The implementation of golf's new handicap system is just a couple of months away. The USGA and R&A have worked to marry the six different handicap systems new system currently in place around the world into one global system.
For most of us using the USGA Handicap System, we will see little change. The current system computes your 10 best scores from your 20 most recent rounds. With the new system, you will count only your best eight rounds.
Best of all, the 96% multiplier that the old system used will no longer exist, making calculating your index a lot easier. Even for those not so quick with numbers.
Gone will be the USGA Course Rating, replaced with the Course Rating System. Replacing the USGA system required raters to go out into the world and assess over 3,000 courses around the world. Tough work I am sure.
If you don't have an official handicap, it's even easier now to get one. You will only have to play tree rounds or six nine-hole rounds to obtain a Handicap Index. In the old system, you had to post five 180hole rounds.
Many golfers feel that they aren't good enough to bother with a handicap.
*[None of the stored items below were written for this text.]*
import { describe, expect, it } from 'vitest';
import { buildZoneTable, zoneAtInstant } from '../../src/ingest/zone-table.js';
import type { BinReducer } from '../../src/series/bin-accumulator.js';
import { parseBinSpec, parseExcludedHours } from '../../src/series/bin-spec.js';
import { addSeriesEntry } from '../../src/series/add-series-entry.js';
import { buildPersonSeries } from '../../src/series/build-person-series.js';
import { createSeriesState } from '../../src/series/create-series-state.js';
import type { FillMethod, SeriesRow } from '../../src/series/series-types.js';

const H = 3_600_000;

interface Options {
  bin?: string;
  dayStart?: number;
  minWords?: number;
  exclude?: string;
  fill?: FillMethod;
  maxFill?: number;
  detrend?: boolean;
  reducer?: BinReducer;
}

/** Bins one person's entries [utc instant, words, value] in `zone` and returns the rows. */
function series(zone: string | ((instant: number) => string), entries: Array<[string, number, number | undefined]>, o: Options = {}): SeriesRow[] {
  const state = createSeriesState(
    {
      bin: parseBinSpec(o.bin ?? '1d'),
      dayStart: o.dayStart ?? 0,
      minWords: o.minWords ?? 1,
      excludeHours: o.exclude ? parseExcludedHours(o.exclude) : undefined,
      fill: o.fill ?? 'none',
      maxFill: o.maxFill ?? 1,
      detrend: o.detrend ?? false,
      reducers: [o.reducer ?? 'weighted'],
    },
    1,
  );
  for (const [time, words, x] of entries) {
    const instant = Date.parse(time);
    addSeriesEntry(state, { person: 'p', instant, zone: typeof zone === 'string' ? zone : zone(instant), words, values: [x], matched: [x === undefined ? 0 : 1] });
  }
  return buildPersonSeries(state, 'p');
}

const day = (rows: SeriesRow[], date: string): SeriesRow => rows.find((r) => r.localDate === date) as SeriesRow;

describe('daily and hourly bins follow the IANA tz database clock changes', () => {
  // IANA tz database (Europe/Brussels: EU rule, last Sunday of March and October; America/New_York:
  // US rule since 2007, second Sunday of March and first Sunday of November).
  it('a daily bin on 2026-03-29 in Europe/Brussels spans 23 hours and on 2026-10-25 25 hours (IANA tz, EU rule)', () => {
    const rows = series('Europe/Brussels', [['2026-03-28T12:00:00Z', 5, 1], ['2026-03-30T12:00:00Z', 5, 1], ['2026-10-24T12:00:00Z', 5, 1], ['2026-10-26T12:00:00Z', 5, 1]]);
    expect(day(rows, '2026-03-28').hours).toBe(24);
    expect(day(rows, '2026-03-29').hours).toBe(23);
    expect(day(rows, '2026-03-30').hours).toBe(24);
    expect(day(rows, '2026-10-25').hours).toBe(25);
    expect(new Date(day(rows, '2026-03-29').start).toISOString()).toBe('2026-03-28T23:00:00.000Z');
    expect(new Date(day(rows, '2026-03-29').end).toISOString()).toBe('2026-03-29T22:00:00.000Z');
  });

  it('a daily bin on 2026-03-08 in America/New_York spans 23 hours and on 2026-11-01 25 hours (IANA tz, US rule)', () => {
    const rows = series('America/New_York', [['2026-03-07T17:00:00Z', 5, 1], ['2026-03-09T17:00:00Z', 5, 1], ['2026-10-31T17:00:00Z', 5, 1], ['2026-11-02T17:00:00Z', 5, 1]]);
    expect(day(rows, '2026-03-08').hours).toBe(23);
    expect(day(rows, '2026-11-01').hours).toBe(25);
    expect(day(rows, '2026-11-02').hours).toBe(24);
  });

  it('hourly bins number 23 on a spring-forward day and 25 on a fall-back day (IANA tz)', () => {
    const count = (rows: SeriesRow[], date: string): number => rows.filter((r) => r.localDate === date).length;
    const brussels = series('Europe/Brussels', [['2026-03-29T10:00:00Z', 5, 1], ['2026-10-25T10:00:00Z', 5, 1]], { bin: '1h' });
    expect(count(brussels, '2026-03-29')).toBe(23);
    expect(count(brussels, '2026-10-25')).toBe(25);
    expect(count(brussels, '2026-05-01')).toBe(24);
    const ny = series('America/New_York', [['2026-03-08T15:00:00Z', 5, 1], ['2026-11-01T15:00:00Z', 5, 1]], { bin: '1h' });
    expect(count(ny, '2026-03-08')).toBe(23);
    expect(count(ny, '2026-11-01')).toBe(25);
    // The repeated hour 01:00-02:00 is two bins, 01:00-04:00 then 01:00-05:00; every hourly bin is 1 hour long.
    const nov1 = ny.filter((r) => r.localDate === '2026-11-01');
    expect(nov1.map((r) => new Date(r.start).toISOString().slice(11, 13)).slice(0, 4)).toEqual(['04', '05', '06', '07']);
    expect(nov1.every((r) => r.hours === 1)).toBe(true);
  });

  it('with the day starting at 04:00, an entry at 01:30 local belongs to the previous local day', () => {
    // 2026-05-06 01:30 in Brussels (+02:00) is 2026-05-05T23:30Z.
    const rows = series('Europe/Brussels', [['2026-05-05T08:00:00Z', 5, 1], ['2026-05-05T23:30:00Z', 7, 3]], { dayStart: 240 });
    expect(rows).toHaveLength(1);
    expect(rows[0]?.localDate).toBe('2026-05-05');
    expect(rows[0]?.entries).toBe(2);
    expect(new Date(rows[0]?.start as number).toISOString()).toBe('2026-05-05T02:00:00.000Z');
    // Without the day start it is on the next day.
    expect(series('Europe/Brussels', [['2026-05-05T08:00:00Z', 5, 1], ['2026-05-05T23:30:00Z', 7, 3]]).map((r) => r.localDate)).toEqual(['2026-05-05', '2026-05-06']);
  });

  it('a person who moves zone (zone table with `from`) gets local days in the new zone from that date', () => {
    const table = buildZoneTable(
      [
        { person: 'p', zone: 'Europe/Brussels', line: 2 },
        { person: 'p', zone: 'America/New_York', from: '2026-04-10', line: 3 },
      ],
      'zones.csv',
    );
    // 2026-04-08 23:30 in Brussels; 2026-04-11 23:30 in New York (= 04-12T03:30Z, which is 04-12 in Brussels).
    const rows = series((t) => zoneAtInstant(table, 'p', t) as string, [['2026-04-08T21:30:00Z', 5, 1], ['2026-04-12T03:30:00Z', 5, 2]]);
    const before = day(rows, '2026-04-08');
    const after = day(rows, '2026-04-11');
    expect(before.zone).toBe('Europe/Brussels');
    expect(new Date(before.start).toISOString()).toBe('2026-04-07T22:00:00.000Z');
    expect(after.zone).toBe('America/New_York');
    expect(after.entries).toBe(1);
    expect(new Date(after.start).toISOString()).toBe('2026-04-11T04:00:00.000Z');
    expect(rows.find((r) => r.localDate === '2026-04-12')).toBeUndefined();
  });
});

/*
 * Hand-worked example (common practice for diary data; values worked out by hand below).
 * Zone UTC, 3-hour bins, excluded hours 00:00-07:00 (the bins starting 00:00 and 03:00 lie wholly inside;
 * the 06:00 bin only overlaps, so it would keep entries from 07:00 on), min 3 words.
 *
 *  t  bin (UTC)        entries (words·value)            missing          value (weighted)
 *  0  05-04 00:00      -                                excluded_hours
 *  1  05-04 03:00      -                                excluded_hours
 *  2  05-04 06:00      -                                no_text
 *  3  05-04 09:00      09:10 10·2, 10:00 30·4           observed         (20+120)/40 = 3.5  (mean 3, sum 6)
 *  4  05-04 12:00      -                                no_text
 *  5  05-04 15:00      15:30 5·1                        observed         1
 *  6  05-04 18:00      18:20 2·9                        too_few_words
 *  7  05-04 21:00      21:05 10·5                       observed         5
 *  8  05-05 00:00      02:00 10·7 (excluded entry)      excluded_hours
 *  9  05-05 03:00      -                                excluded_hours
 * 10  05-05 06:00      -                                no_text
 * 11  05-05 09:00      09:00 4·3                        observed         3
 * 12  05-05 12:00      12:00 6·0                        observed         0  (a real zero)
 * 13..15 15:00-21:00   -                                no_text
 *
 * Person mean over observed bins: (3.5 + 1 + 5 + 3 + 0) / 5 = 2.5; within = value − 2.5.
 * lag_valid only at t = 12 (t = 11 observed and adjacent): lag1 = 3, within_lag1 = 0.5. Not at
 * t = 11: its previous bin (06:00, after the excluded night) has no text; not at 5 or 7:
 * the previous bin is missing.
 */
const WORKED: Array<[string, number, number]> = [
  ['2026-05-04T09:10:00Z', 10, 2],
  ['2026-05-04T10:00:00Z', 30, 4],
  ['2026-05-04T15:30:00Z', 5, 1],
  ['2026-05-04T18:20:00Z', 2, 9],
  ['2026-05-04T21:05:00Z', 10, 5],
  ['2026-05-05T02:00:00Z', 10, 7],
  ['2026-05-05T09:00:00Z', 4, 3],
  ['2026-05-05T12:00:00Z', 6, 0],
];
const worked = (o: Options = {}): SeriesRow[] => series('UTC', WORKED, { bin: '3h', exclude: '00:00-07:00', minWords: 3, ...o });

describe('hand-worked example: centring, gap-aware lags, fill, detrend, reducers', () => {
  it('lays every 3-hour bin of both days as a row with its missing reason; an empty bin is missing, never 0', () => {
    const rows = worked();
    expect(rows.map((r) => r.t)).toEqual([...Array(16).keys()]);
    expect(rows.map((r) => r.missing)).toEqual([
      'excluded_hours', 'excluded_hours', 'no_text', '', 'no_text', '', 'too_few_words', '',
      'excluded_hours', 'excluded_hours', 'no_text', '', '', 'no_text', 'no_text', 'no_text',
    ]);
    expect(rows.map((r) => r.values[0])).toEqual([undefined, undefined, undefined, 3.5, undefined, 1, undefined, 5, undefined, undefined, undefined, 3, 0, undefined, undefined, undefined]);
    expect(rows.map((r) => r.entries)).toEqual([0, 0, 0, 2, 0, 1, 1, 1, 0, 0, 0, 1, 1, 0, 0, 0]);
    expect(rows[6]?.words).toBe(2);
    expect(rows.map((r) => r.binOfDay)).toEqual([1, 2, 3, 4, 5, 6, 7, 8, 1, 2, 3, 4, 5, 6, 7, 8]);
    expect(rows.map((r) => r.day)).toEqual([1, 1, 1, 1, 1, 1, 1, 1, 2, 2, 2, 2, 2, 2, 2, 2]);
  });

  it('centres on the person mean over observed bins: mean 2.5, within = value − 2.5', () => {
    const rows = worked();
    expect(rows.every((r) => r.personMean[0] === 2.5)).toBe(true);
    expect([3, 5, 7, 11, 12].map((t) => rows[t]?.within[0])).toEqual([1, -1.5, 2.5, 0.5, -2.5]);
    expect(rows[4]?.within[0]).toBeUndefined();
  });

  it('fills lag1 and within_lag1 only when bin t−1 is observed and adjacent (lag_valid)', () => {
    const rows = worked();
    expect(rows.map((r) => (r.lagValid ? 1 : 0))).toEqual([0, 0, 0, 0, 0, 0, 0, 0, 0, 0, 0, 0, 1, 0, 0, 0]);
    expect(rows[12]?.lag1[0]).toBe(3);
    expect(rows[12]?.withinLag1[0]).toBe(0.5);
    for (const t of [3, 5, 7, 11]) {
      expect(rows[t]?.lag1[0], `t=${t}`).toBeUndefined();
      expect(rows[t]?.withinLag1[0], `t=${t}`).toBeUndefined();
    }
  });

  it('counts hours since the previous observed bin start', () => {
    expect(worked().map((r) => r.hoursSincePrev)).toEqual([undefined, undefined, undefined, undefined, 3, 6, 3, 6, 3, 6, 9, 12, 3, 3, 6, 9]);
  });

  it('entry mean and sum reducers: bin t = 3 gives 3 (mean of 2 and 4) and 6 (sum); the weighted mean is 3.5', () => {
    expect(worked({ reducer: 'mean' })[3]?.values[0]).toBe(3);
    expect(worked({ reducer: 'sum' })[3]?.values[0]).toBe(6);
    expect(worked({ reducer: 'weighted' })[3]?.values[0]).toBe(3.5);
    // A bin whose entries have no value is missing under every reducer, never 0.
    expect(worked({ reducer: 'sum' })[4]?.values[0]).toBeUndefined();
  });

  it('carry fill copies the last value into runs of at most max-fill bins without text, flagged; excluded hours are never filled', () => {
    const one = worked({ fill: 'carry', maxFill: 1 });
    expect(one.map((r) => r.filled[0])).toEqual(['', '', '', '', 'carry', '', 'carry', '', '', '', '', '', '', '', '', '']);
    expect(one[4]?.values[0]).toBe(3.5);
    expect(one[6]?.values[0]).toBe(1);
    expect(one[4]?.missing).toBe('no_text');
    // Filled values never enter the person mean or the lags.
    expect(one[5]?.lagValid).toBe(false);
    expect(one[5]?.lag1[0]).toBeUndefined();
    expect(one[4]?.personMean[0]).toBe(2.5);
    const three = worked({ fill: 'carry', maxFill: 3 });
    expect(three.slice(13).map((r) => [r.values[0], r.filled[0]])).toEqual([[0, 'carry'], [0, 'carry'], [0, 'carry']]);
    expect(three.slice(8, 11).map((r) => r.values[0])).toEqual([undefined, undefined, undefined]);
  });

  it('linear fill interpolates between the observed neighbours: t=4 = 3.5 + (1 − 3.5)/2 = 2.25, t=6 = 1 + (5 − 1)/2 = 3; no right neighbour, no fill', () => {
    const rows = worked({ fill: 'linear', maxFill: 3 });
    expect(rows[4]?.values[0]).toBe(2.25);
    expect(rows[6]?.values[0]).toBe(3);
    expect(rows[4]?.filled[0]).toBe('linear');
    expect(rows.slice(13).map((r) => r.filled[0])).toEqual(['', '', '']);
    expect(rows[4]?.within[0]).toBe(2.25 - 2.5);
  });

  it('detrends within person by least squares over observed (t, value): slope −11.5/59.2, intercept 2.5 − slope·7.6', () => {
    // t̄ = 38/5 = 7.6, ȳ = 2.5; Σ(t−t̄)² = 59.2, Σ(t−t̄)(y−ȳ) = −11.5 (worked by hand).
    const b = -11.5 / 59.2;
    const a = 2.5 - b * 7.6;
    const rows = worked({ detrend: true });
    for (const t of [3, 5, 7, 11, 12]) expect(rows[t]?.detrended[0], `t=${t}`).toBeCloseTo((rows[t]?.values[0] as number) - (a + b * t), 12);
    expect(rows[3]?.detrended[0]).toBeCloseTo(0.10641891891891892, 12);
    expect(rows[3]?.values[0]).toBe(3.5);
    expect(rows[4]?.detrended[0]).toBeUndefined();
  });

  it('a bin with fewer words than min-words is too_few_words, not an observation', () => {
    const rows = worked({ minWords: 3 });
    expect(rows[6]?.missing).toBe('too_few_words');
    expect(rows[6]?.values[0]).toBeUndefined();
    expect(worked({ minWords: 1 })[6]?.values[0]).toBe(9);
  });
});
In the new system, the maximum index for men and women is now 54.0. Previously, the men topped out at 36.4 and the women at 40.4. This allows golfers who do not play as well, or may be just learning the game to still compete with our giving up as many strokes. The system makes the game more fair for all across the board.
The creation of a global handicap system was not cheap. There was a lot of man-hours and technology involved. However, the annual fee for the golfer to keep his or her handicap is usually $20-30. There are even some apps available that will do the computing for even less, but your handicap will not be official should you plan to play in a sanctioned USGA event.
The old system revised your index twice each month. The new system updates every day. This way your good or bad round yesterday or today will affect your handicap tomorrow. This allows your latest scores to have more relevance.
With the new system, playing conditions will become a factor. The new Playing Conditions Calculation will use scores posted at the same course on the same day to help determine if the course was playing more difficult or easier than normal due to conditions or setup.
Handicap differentials from all players will be pieced together to create this calculation and your handicap could be impacted by what it determines the conditions to be for that day.
The system knows what score to expect on average from every golfer, and when it sees too many golfers scoring higher or lower than it expects, it will adjust the handicap scores accordingly. The USGA says this adjustment will not happen very often. Nice to know that when the super has a bad night out with the boys and decides to put the holes in the toughest spots the next morning, we may see some relief.
Equitable Stroke Control is also changing. ESC, for those unfamiliar with the term, is the maximum number of strokes one can take on each hole for handicap purposes. The new guideline is a net double bogey.
If a golfer with a 12 handicap is playing the 10th most difficult hole, the worst score that golfer can post would be a double bogey, plus one. The same golfer playing the 15th most difficult hole would post, at worst, a double bogey, as he or she doesn't get a stroke on that hole.
If your game takes a turn for the worse, there is a new “cap” in place. If you post six scores well-above your normal rounds, you will fall into a “soft cap”. If your handicap gets worse by three points in a 12-month span, any further additions will be calculated at 50%. This will keep you from having rounds where you were perhaps sick, injured, or had the shanks, from destroying your handicap.
The new World Handicap System begins the first full week of 2020.